Qt Signal Slot Base Class

1. Qt Connect Signal Slot
2. Qt Signal Slot Base Classic
3. How Qt Signal And Slots Works
4. Qt Signal Slot Thread

The following sources have been used in making this material:

The QObject class is the base class of all Qt objects. QObject is the heart of the Qt ObjectModel. The central feature in this model is a very powerfulmechanism for seamless object communication called signals and slots. Youcan connect a signal to a slot with connect and destroy the connectionwith disconnect. Background:I defined a QT parent class, which has a custom signal and slot function.
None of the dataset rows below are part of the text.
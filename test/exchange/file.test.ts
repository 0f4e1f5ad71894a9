/**
 * The job file as written now: schema version 2, JSON Lines (docs/exchange-format.md). A head line
 * with counts, block lines of one kind of record each (readings as a column table whose `job`
 * column is the job's place among the file's jobs), and a seal line whose digest is a SHA-256
 * hash list over 64 KiB pieces of the bytes before it.
 *
 * Expectations come from the doc, from the inputs, or from independent references: node:crypto
 * for SHA-256 (fixtures.ts `referenceDigestHex`), the doc's shell pipeline, FIPS 180-4's example
 * digest, RFC 8259 for escapes. Hostile files with correct digests come from `sealedLines`.
 * Version-1 files are in file-v1.test.ts.
 */
import { execFileSync, spawnSync } from 'node:child_process';
import { createHash } from 'node:crypto';
import { mkdtempSync, rmSync, writeFileSync } from 'node:fs';
import { tmpdir } from 'node:os';
import { join } from 'node:path';
import fc from 'fast-check';
import { describe, expect, it } from 'vitest';
import { encodeUtf8 } from '../../src/exchange/canonical';
import { DIGEST_PIECE_BYTES, PieceHasher, pieceDigestHex } from '../../src/exchange/digest';
import { LIMITS, type ExchangeProblem, type JobPayload } from '../../src/exchange/format';
import { sortPayload } from '../../src/exchange/order';
import { formatProblem, formatProblems, JobFileReader, readJobFile, type ReadResult } from '../../src/exchange/parse';
import { buildJobFile, ExportError, joinParts, selectForExport, writeJobFile } from '../../src/exchange/write';
import type { Reading } from '../../src/model/job';
import {
  conflictPayload,
  countsOf,
  demoPayload,
  headLine,
  linesOf,
  PIECE_BYTES,
  readingTable,
  referenceDigestHex,
  sealedLines,
  smallPayload,
  T2,
  T3,
} from './fixtures';

const OPTIONS = { exportedAt: T3, exportedBy: { name: 'Ada Quill', device: 'test phone' } };

/** The doc's words for a digest that does not match ("Reading a file"). */
const ALTERED = 'altered or damaged: the SHA-256 digest does not match the content, so the file changed after it was exported';

/** The kinds of block, in the order the doc's table lists them. */
const KINDS = ['technicians', 'assets', 'jobs', 'readings', 'conflicts', 'recordConflicts'] as const;
/** The reading table's columns in the doc's order, and which of them may be left out. */
const COLUMNS = ['id', 'job', 'kind', 'target', 'value', 'text', 'takenAt', 'phase', 'expectedLow', 'expectedHigh', 'verdict', 'supersedes', 'note'] as const;
type Column = (typeof COLUMNS)[number];
const OPTIONAL_COLUMNS: ReadonlySet<string> = new Set(['target', 'expectedLow', 'expectedHigh', 'verdict', 'supersedes', 'note']);
const REQUIRED_COLUMNS = COLUMNS.filter((column) => !OPTIONAL_COLUMNS.has(column));

type Raw = Record<string, unknown>;

async function read(content: string | Uint8Array, name = 'jobs.json'): Promise<ReadResult> {
  return readJobFile(content, name);
}

function problemsOf(result: ReadResult): string[] {
  return result.ok ? [] : result.problems.map(formatProblem);
}

function problemList(result: ReadResult): ExchangeProblem[] {
  return result.ok ? [] : result.problems;
}

const written = new Map<string, Promise<string>>();
/** A written file, made once per test run. */
function writtenFile(which: 'small' | 'conflicts' | 'demo40' | 'demo300'): Promise<string> {
  let file = written.get(which);
  if (!file) {
    const payload = { small: smallPayload, conflicts: conflictPayload, demo40: () => demoPayload(40), demo300: () => demoPayload(300) }[which]();
    file = writeJobFile(payload, OPTIONS);
    written.set(which, file);
  }
  return file;
}

/** The payload a written file was made from (fresh copies). */
function payloadOf(which: 'small' | 'conflicts' | 'demo40' | 'demo300'): JobPayload {
  return { small: smallPayload, conflicts: conflictPayload, demo40: () => demoPayload(40), demo300: () => demoPayload(300) }[which]();
}

/** Every character beyond ASCII as an RFC 8259 §7 escape, from its UTF-16 code units. */
function escapeNonAscii(text: string): string {
  let out = '';
  for (let i = 0; i < text.length; i++) {
    const unit = text.charCodeAt(i);
    out += unit < 0x80 ? text[i] : `\\u${unit.toString(16).padStart(4, '0')}`;
  }
  return out;
}

/**
 * The records laid out as another writer might: a jobs line per job, each followed by a table of
 * that job's readings, built here (fixtures.ts) rather than by write.ts. Non-ASCII left as is.
 * `readingLine[g]` is the line (1 = head) of the file's reading g.
 */
function layOut(payload: JobPayload): { lines: unknown[]; readingLine: number[]; jobLine: number[]; records: JobPayload } {
  const records = sortPayload(payload);
  const ids = records.jobs.map((job) => job.id);
  const lines: unknown[] = [headLine(countsOf(records))];
  if (records.technicians.length > 0) lines.push({ technicians: records.technicians });
  if (records.assets.length > 0) lines.push({ assets: records.assets });
  const readingLine: number[] = [];
  const jobLine: number[] = [];
  for (const job of records.jobs) {
    lines.push({ jobs: [job] });
    jobLine.push(lines.length);
    const readings = records.readings.filter((reading) => reading.jobId === job.id);
    if (readings.length === 0) continue;
    lines.push({ readings: readingTable(readings, ids) });
    for (let i = 0; i < readings.length; i++) readingLine.push(lines.length);
  }
  if (records.conflicts.length > 0) lines.push({ conflicts: records.conflicts });
  if (records.recordConflicts.length > 0) lines.push({ recordConflicts: records.recordConflicts });
  return { lines, readingLine, jobLine, records };
}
I defined the parent class pointer in the main function to point to the subclass object. At this time, I sent a signal, and the subclass could not receive it. We started our exploration Solution:According to the breakpoint, it is found that the signal of the. The Qt's meta-object system in Qt enables among other things signals and slots. It is based on three things: # The QObject class as the a base class for objects that can take advantage of the meta-object system.

If your knowledge on signals and slots is rusty or they are a completely new concept to you, you can get started with the Programming 2 material on Qt basics.

Signals and slots¶

In Qt, signals and slots are a way for objects to communicate with eachother. A signal is emitted when some event occurs in the program. For example, when a button on the UI is pushed, the button (a QPushButton widget) notifys the other widgets and objects about this by emitting a signal (emitclicked()). A slot is a function called as a response to an emitted signal. For example, a slot findClicked() is executed as a response to a button click.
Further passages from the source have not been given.